I ended a toxic relationship but it still hurts
I came here to vent. Heartbreak hurts...even if it was me who ended the relationship. On the one hand I feel free. On the other hand, I’m incredibly lost and sad.
I have to let go of all those dreams that never came true, all the plans we had, the family that couldn’t be, the person I loved and wanted, the person I thought he was, the person I was when we were together.
I know it will take time to heal and I made the best decision but I didn’t end it because of lack of love, just because it was a toxic situation that had been going on for way too long and was affecting me badly. But right now I’m hurting and lost.
@holdingtohope I am so sorry you are hurting and feeling lost. It’s ok and totally normal to have all kinds of conflicting feelings. Ending a relationship, toxic or not, is hard. Keep trusting yourself and doing what’s best for you. You deserve it. 😊
Hi, I'm going through what sounds like exactly the same thing and it's horrible. Especially if you've been together for a long time.

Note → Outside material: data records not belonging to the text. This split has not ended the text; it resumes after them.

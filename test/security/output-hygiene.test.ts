/**
 * Output hygiene (issue 18 #4 and #6): the terminal summary prints log values with their control
 * characters escaped, and the edited target table downloads with formula-like cells neutralised, which
 * the core's CSV reader undoes. OWASP "CSV Injection" lists the starting characters = + - @ tab CR.
 */
import { describe, expect, it } from 'vitest';
import { parseCsv } from '../../app/core/targets/csv.ts';
import { parseTable } from '../../app/core/targets/targets.ts';
import { painter, formatAuditSummary } from '../../app/cli/summary.ts';
import { terminalText } from '../../app/cli/terminal-text.ts';
import { tableCsv, type TablePolicy } from '../../renderer/state/policy-edit.ts';
import { fixtureReport } from '../unit/report/fixture-report.ts';

// eslint-disable-next-line no-control-regex -- matching control characters is the point here
const CONTROL = /[\u0000-\u0009\u000b-\u001f\u007f-\u009f]/;

describe('terminal output', () => {
  it.each([
    ['ESC[2K ESC[1A (erase the line, move up)', 'bakery\u001b[2K\u001b[1A', 'bakery\\x1b[2K\\x1b[1A'],
    ['a C1 CSI', 'x\u009b31m', 'x\\x9b31m'],
    ['a carriage return over the line', 'FAIL\rPASS', 'FAIL\\rPASS'],
    ['a newline inside a value', 'a\nb', 'a\\nb'],
    ['NUL and DEL', 'a\u0000b\u007f', 'a\\x00b\\x7f'],
    ['a right-to-left override', 'abc\u202edcb', 'abc\\u202edcb'],
    ['plain text and non-Latin letters', 'north-harbor · Ørsted 東京', 'north-harbor · Ørsted 東京'],
  ])('terminalText escapes %s', (_what, value, shown) => {
    expect(terminalText(value)).toBe(shown);
  });

  it('issue 18 #4: an action value that erases the FAIL line and prints a fake PASS line is shown escaped in the summary', () => {
    const report = fixtureReport();
    const hostile = `bakery\u001b[2K\u001b[1A\r  PASS  propensity.range`;
    const checks = report.checks.map((c, i) => (i === 0 ? { ...c, summary: `action ${hostile} is never explored` } : c));
    const text = formatAuditSummary({ ...report, checks, reasons: [{ ...(report.reasons[0] ?? { check: 'propensity.range', status: 'fail' }), message: hostile } as never] }, [{ name: `promotion\u001b[31m`, type: 'VARCHAR' }], painter(false));
    expect(text).not.toMatch(CONTROL);
    expect(text).toContain('bakery\\x1b[2K\\x1b[1A\\r  PASS');
  });

  it('colours the summary with its own codes only', () => {
    const text = formatAuditSummary(fixtureReport(), [], painter(true));
    // eslint-disable-next-line no-control-regex -- matching control characters is the point here
    const codes = [...text.matchAll(/\u001b\[(\d+)m/g)].map((m) => m[1]);
    expect(new Set(codes)).toEqual(new Set(codes.filter((c) => ['0', '1', '2', '31', '32', '33'].includes(c as string))));
  });
});

describe('CSV export of the edited target table', () => {
  const policy: TablePolicy = {
    kind: 'table', name: 'table:t', spec: 'table:t.csv', implicit: false, keyColumns: ['=region'], actions: ['=HYPERLINK("http://x")', '+1', '-2', '@SUM(A1)', '\tpad', 'plain'],
    probabilities: new Map([['@north', new Map([['=HYPERLINK("http://x")', 0.5], ['+1', 0.1], ['-2', 0.1], ['@SUM(A1)', 0.1], ['\tpad', 0.1], ['plain', 0.1]])]]),
  };

  it('issue 18 #6: cells and headers starting with = + - @ or a tab are written with a leading apostrophe', () => {
    const text = tableCsv(policy, new Map(), '+action');
    const { header, rows } = { header: text.split('\n')[0], rows: text.trim().split('\n').slice(1) };
    expect(header).toBe("'=region,'+action,probability");
    expect(rows).toEqual([
      `'@north,"'=HYPERLINK(""http://x"")",0.5`,
      "'@north,'+1,0.1",
      "'@north,'-2,0.1",
      "'@north,'@SUM(A1),0.1",
      "'@north,'\tpad,0.1",
      "'@north,plain,0.1",
    ]);
    for (const line of text.split('\n')) for (const cell of line.split(',')) expect(cell.replace(/^"/, '')).not.toMatch(/^[=+\-@\t\r]/);
  });

  it('issue 18 #6: the core\'s reader undoes it, so the downloaded table is the table that was edited', () => {
    const text = tableCsv(policy, new Map(), '+action');
    expect(parseCsv(text).header).toEqual(['=region', '+action', 'probability']);
    const again = parseTable('table:t.csv', 't.csv', text, '+action', ['=region', '+action']) as TablePolicy;
    expect([...again.probabilities.keys()]).toEqual(['@north']);
    expect([...(again.probabilities.get('@north')?.keys() ?? [])]).toEqual(policy.actions);
  });
});
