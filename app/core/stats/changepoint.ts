import { centeredSumOfSquares, checkMoments, type GroupMoments } from './moments.ts';

export interface ChangePoint {
  /** Index of the first group after the change: groups [0, index) are before, [index, end) after. */
  readonly index: number;
  readonly meanBefore: number;
  readonly meanAfter: number;
  /** (meanAfter - meanBefore)/|meanBefore|; ±Infinity when meanBefore is 0 and the means differ, 0 when both are 0. */
  readonly relativeChange: number;
  /** n1·n2/(n1 + n2)·(meanBefore - meanAfter)², the between-segment sum of squares the split maximizes. */
  readonly betweenSs: number;
  /** Σ (x - overall mean)² of all values, so betweenSs / totalSs is the share of variation the split explains. */
  readonly totalSs: number;
}

/**
 * Best single change point in the mean of an ordered sequence of groups: the split maximizing the
 * between-segment sum of squares, i.e. the least-squares change point (Hinkley, Biometrika 57, 1970), the
 * first step of binary segmentation (Scott & Knott 1974). Empty groups are allowed; both sides need rows.
 * Returns null when fewer than two groups have rows. Ties go to the earliest split.
 */
export function bestChangePoint(groups: readonly GroupMoments[]): ChangePoint | null {
  groups.forEach((g, i) => checkMoments(`group ${i}`, g));
  const n = groups.reduce((s, g) => s + g.n, 0);
  const sum = groups.reduce((s, g) => s + g.sum, 0);
  if (groups.filter((g) => g.n > 0).length < 2) return null;
  const mean = sum / n;
  // Total SS as within-group SS plus between-group SS about the overall mean, both well conditioned.
  const totalSs =
    groups.reduce((s, g) => s + centeredSumOfSquares(g), 0) +
    groups.reduce((s, g) => (g.n > 0 ? s + g.n * (g.sum / g.n - mean) ** 2 : s), 0);
  let best: ChangePoint | null = null;
  let n1 = 0;
  let s1 = 0;
  for (let index = 1; index < groups.length; index++) {
    const g = groups[index - 1] as GroupMoments;
    n1 += g.n;
    s1 += g.sum;
    const n2 = n - n1;
    if (n1 === 0 || n2 === 0) continue;
    const meanBefore = s1 / n1;
    const meanAfter = (sum - s1) / n2;
    const betweenSs = ((n1 * n2) / n) * (meanBefore - meanAfter) ** 2;
    if (best === null || betweenSs > best.betweenSs) {
      const relativeChange =
        meanBefore !== 0 ? (meanAfter - meanBefore) / Math.abs(meanBefore) : meanAfter === 0 ? 0 : Math.sign(meanAfter) * Infinity;
      best = { index, meanBefore, meanAfter, relativeChange, betweenSs, totalSs };
    }
  }
  return best;
}
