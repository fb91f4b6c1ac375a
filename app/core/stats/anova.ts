import { fSf } from './distributions.ts';
import { centeredSumOfSquares, checkMoments, type GroupMoments } from './moments.ts';

export interface AnovaResult {
  readonly F: number;
  /** Groups with n > 0, minus 1. */
  readonly df1: number;
  /** Rows minus groups with n > 0. */
  readonly df2: number;
  /** Upper tail of F(df1, df2). F = Infinity, p = 0 when groups differ but have no spread inside; F = 0, p = 1 when no value varies. */
  readonly pValue: number;
}

/**
 * One-way ANOVA F = [SS_between/(k-1)] / [SS_within/(N-k)] from group counts and sums (Fisher 1925; e.g. Montgomery, Design and Analysis of Experiments).
 * F is invariant to a common shift c of all values: sums of x - c with c near the mean avoid the cancellation in sumSq - sum²/n.
 */
export function oneWayAnova(groups: readonly GroupMoments[]): AnovaResult {
  groups.forEach((g, i) => checkMoments(`group ${i}`, g));
  const used = groups.filter((g) => g.n > 0);
  const k = used.length;
  const total = used.reduce((s, g) => s + g.n, 0);
  const df1 = k - 1;
  const df2 = total - k;
  if (k < 2) throw new RangeError(`one-way ANOVA needs at least 2 non-empty groups, got ${k}`);
  if (df2 < 1) throw new RangeError(`one-way ANOVA needs more rows than groups, got ${total} rows in ${k} groups`);
  // Between-group SS from centred group means, which stays accurate when the overall mean is large.
  const means = used.map((g) => g.sum / g.n);
  const grandMean = used.reduce((s, g, i) => s + g.n * (means[i] as number), 0) / total;
  const ssBetween = used.reduce((s, g, i) => s + g.n * ((means[i] as number) - grandMean) ** 2, 0);
  const ssWithin = used.reduce((s, g) => s + centeredSumOfSquares(g), 0);
  if (ssWithin === 0) {
    return ssBetween === 0 ? { F: 0, df1, df2, pValue: 1 } : { F: Infinity, df1, df2, pValue: 0 };
  }
  const F = ssBetween / df1 / (ssWithin / df2);
  return { F, df1, df2, pValue: fSf(F, df1, df2) };
}
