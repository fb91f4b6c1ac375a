/** Neumaier's compensated summation (Neumaier 1974), so long sums of mixed magnitudes keep full precision. */
export function compensatedSum(values: readonly number[]): number {
  let sum = 0;
  let compensation = 0;
  for (const v of values) {
    const t = sum + v;
    compensation += Math.abs(sum) >= Math.abs(v) ? sum - t + v : v - t + sum;
    sum = t;
  }
  return sum + compensation;
}
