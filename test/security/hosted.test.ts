/**
 * Security regressions through the real hosted server (scripts/web/hosted-server.ts, as `npm run web --
 * --host --logs DIR` starts it), with the right token and Origin, i.e. what a script injected into the
 * page could do. Each socket gets its own engine process (app/engine/host/child-main.ts).
 */
import path from 'node:path';
import { afterAll, afterEach, beforeAll, describe, expect, it } from 'vitest';
import WebSocket from 'ws';
import { createHostEngine, type HostEngine } from '../../app/engine/host/client.ts';
import { decodeFrame, encodeFrame } from '../../app/engine/host/frames.ts';
import { newToken } from '../../scripts/web/access.ts';
import { createHostedServer, type HostedServer } from '../../scripts/web/hosted-server.ts';
import { scratchTree, SECRET_TEXT, type Tree } from './fixture.ts';

let tree: Tree;
let server: HostedServer;
let before: { hash: string; listing: string[] };
const token = newToken();
const sockets: WebSocket[] = [];

beforeAll(async () => {
  tree = scratchTree();
  before = { hash: tree.logHash(), listing: tree.listing() };
  server = await createHostedServer({ port: 0, token, logFolders: [tree.logs] });
});
afterAll(async () => {
  for (const ws of sockets) ws.terminate();
  await server.close();
  tree.remove();
});
afterEach(() => {
  expect(tree.logHash(), 'the registered log is unchanged').toBe(before.hash);
  expect(tree.listing(), 'no file was created').toEqual(before.listing);
});

async function open(): Promise<WebSocket> {
  const ws = new WebSocket(`${server.socketUrl}?token=${token}`, { origin: server.origin });
  await new Promise<void>((resolve, reject) => { ws.once('open', () => resolve()); ws.once('error', reject); });
  sockets.push(ws);
  return ws;
}

/** Sends one raw message and resolves with the reply carrying its id. */
function raw(ws: WebSocket, message: Record<string, unknown>): Promise<Record<string, unknown>> {
  return new Promise((resolve) => {
    const onMessage = (data: WebSocket.RawData, isBinary: boolean) => {
      const reply = decodeFrame(isBinary ? new Uint8Array(data as Buffer) : String(data)) as Record<string, unknown>;
      if (reply.id === message.id && reply.kind !== 'audit-progress') {
        ws.off('message', onMessage);
        resolve(reply);
      }
    };
    ws.on('message', onMessage);
    ws.send(JSON.stringify(message));
  });
}

function client(ws: WebSocket): HostEngine {
  return createHostEngine({
    send: (m) => ws.send(encodeFrame(m)),
    onMessage: (l) => ws.on('message', (data, isBinary) => l(decodeFrame(isBinary ? new Uint8Array(data as Buffer) : String(data)))),
    onClose: (l) => ws.once('close', (code) => l(`closed ${code}`)),
  });
}

const noSecret = (reply: unknown) => expect(JSON.stringify(reply)).not.toContain(SECRET_TEXT);

describe('hosted mode: the page can read only logs in --logs, by name', () => {
  it.each([
    ['an absolute path outside --logs', () => tree.secret, /is not a plain file name/],
    ['a relative path climbing out', () => '../secret.txt', /is not a plain file name/],
    ['a glob', () => '*.csv', /is not a plain file name/],
    ['the --logs folder itself', () => tree.logs, /is not a plain file name/],
    ['a link in --logs to a file outside it', () => 'link-out.csv', /is a link to a file outside its folder/],
  ])('issue 18 #1: registering %s is refused and returns nothing of it', async (_what, name, why) => {
    const ws = await open();
    const reply = await raw(ws, { kind: 'register', id: 1, source: { kind: 'path', paths: [name()], format: 'csv' } });
    expect(reply).toMatchObject({ kind: 'error', code: 'io', message: expect.stringMatching(why) });
    noSecret(reply);
  });

  it('issue 18 #1: a failed registration of <dir>/*.nomatch grants nothing, and no message can write or run SQL', async () => {
    const ws = await open();
    expect(await raw(ws, { kind: 'register', id: 1, source: { kind: 'path', paths: [path.join(tree.root, '*.nomatch')], format: 'csv' } })).toMatchObject({ kind: 'error', code: 'io' });
    const writes = [
      { kind: 'query', id: 2, sql: `COPY (SELECT 'x') TO '${path.join(tree.victim, 'planted.sh')}'` },
      { kind: 'query', id: 3, sql: `SELECT * FROM read_text('${tree.secret}')` },
      { kind: 'query', id: 4, sql: `COPY (SELECT 1) TO '${tree.log}' (USE_TMP_FILE false)` },
      { kind: 'ping', id: 5, sql: `COPY (SELECT 1) TO '${tree.log}'` },
    ];
    for (const message of writes) {
      const reply = await raw(ws, message);
      expect(reply).toMatchObject({ kind: 'error', code: 'internal', message: expect.stringMatching(/^Malformed engine host request/) });
      noSecret(reply);
    }
  });

  it('issue 18 #1: SQL put into the typed fields of a request is quoted by the builders or refused, never run', async () => {
    const engine = client(await open());
    const { source } = await engine.register({ kind: 'path', paths: ['a.csv'] });
    const injected = `promotion" FROM ${source.relation}; COPY (SELECT 1) TO '${path.join(tree.victim, 'x.csv')}'; --`;
    await expect(engine.audit({ source: source.relation, roles: { action: injected } })).rejects.toThrow(/does not exist/);
    await expect(engine.drillCount({ source: source.relation, roles: { time: null, decision_id: null, action: 'promotion' }, selection: { segment: { [injected]: `x' OR 1=1; COPY (SELECT 1) TO '${tree.log}'; --` } } }))
      .rejects.toMatchObject({ code: 'sql' });
    expect(await engine.drillCount({ source: source.relation, roles: { time: null, decision_id: null, action: 'promotion' }, selection: { segment: {}, action: `bakery' OR '1'='1` } })).toBe(0);
    await expect(engine.profile(`${source.relation} UNION SELECT content FROM read_text('${tree.secret}')`)).rejects.toThrow(/must be a source the engine registered/);
  });
});

describe('hosted mode: results are bounded, and sessions are apart', () => {
  it('issue 18 #5: a page larger than the cap cannot be asked for', async () => {
    const ws = await open();
    const engine = client(ws);
    const { source } = await engine.register({ kind: 'path', paths: ['a.csv'] });
    const reply = await raw(ws, { kind: 'drill-page', id: 99, source: source.relation, roles: { time: null, decision_id: null, action: null }, selection: { segment: {} }, page: { offset: 0, limit: 20_000_000 } });
    expect(reply).toMatchObject({ kind: 'error', message: expect.stringMatching(/"page.limit" .*1000/) });
  });

  it('issue 18 #5: every socket has its own engine process; one dying leaves the others answering', async () => {
    const first = client(await open());
    const second = client(await open());
    await first.connect();
    await second.connect();
    const pids = server.enginePids();
    expect(new Set(pids).size).toBe(pids.length);
    expect(pids).not.toContain(process.pid);
    const before = new Set(pids);
    const { source } = await second.register({ kind: 'path', paths: ['a.csv'] });
    // The first socket's process is the one started for it: kill the newest but one.
    const victim = pids[pids.length - 2] as number;
    process.kill(victim, 'SIGKILL');
    await expect.poll(() => first.ping().then(() => 'alive', (e: Error) => e.message), { timeout: 10_000 }).toMatch(/stopped|closed/);
    expect((await second.profile(source.relation)).rows).toBe(2);
    expect(server.enginePids().every((p) => before.has(p))).toBe(true);
  });
});
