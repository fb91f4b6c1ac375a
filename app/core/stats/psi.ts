import { requireNonNegative, requirePositive } from './validate.ts';

/** Proportion floor for empty bins; 1e-4 is common practice, and keeps ln(a/e) finite. */
export const PSI_DEFAULT_FLOOR = 1e-4;

/**
 * Population stability index Σ (a_i - e_i)·ln(a_i/e_i) over bins, a and e the bin proportions of the
 * actual and expected counts, each floored at `floor` without renormalizing (Yurdakul 2018; common practice).
 */
export function populationStabilityIndex(
  expectedCounts: readonly number[],
  actualCounts: readonly number[],
  floor: number = PSI_DEFAULT_FLOOR,
): number {
  if (expectedCounts.length !== actualCounts.length) {
    throw new RangeError(`PSI needs the same bins on both sides, got ${expectedCounts.length} and ${actualCounts.length}`);
  }
  if (expectedCounts.length === 0) throw new RangeError('PSI needs at least one bin');
  if (!(floor > 0 && floor < 1)) throw new RangeError(`PSI floor must be in (0, 1), got ${String(floor)}`);
  expectedCounts.forEach((c, i) => requireNonNegative(`expected count ${i}`, c));
  actualCounts.forEach((c, i) => requireNonNegative(`actual count ${i}`, c));
  const eTotal = expectedCounts.reduce((s, c) => s + c, 0);
  const aTotal = actualCounts.reduce((s, c) => s + c, 0);
  requirePositive('expected total count', eTotal);
  requirePositive('actual total count', aTotal);
  let psi = 0;
  expectedCounts.forEach((ec, i) => {
    const e = Math.max(ec / eTotal, floor);
    const a = Math.max((actualCounts[i] as number) / aTotal, floor);
    psi += (a - e) * Math.log(a / e);
  });
  return psi;
}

I don't know if this will help but I downloaded an app called Break Up Boss. It's not free but I really like it. It's funny but also gives really good advice about how to work through the break up and find the single you again. It also has a function where you can send an imaginary message to your ex saying whatever you want just to vent.
Other than the app, the other things that have helped me are talking to friends, anything distracting (work, TV, cleaning), really noticing how kind everyone around me has been and writing a really self-indulgent diary.
I've also been writing down who I will be this time next year. How happy I will be about who I am because I am someone who can be treated like **** but reply to that with behaviour I'm proud of. Also, the type of person I would want to be with when I am ready for that (I have a check list and my ex only scored 3/13 - I may have been a bit biased when I wrote that....)
I hope one of these things helps you. And I hope you have someone to give you a hug. It can only get better!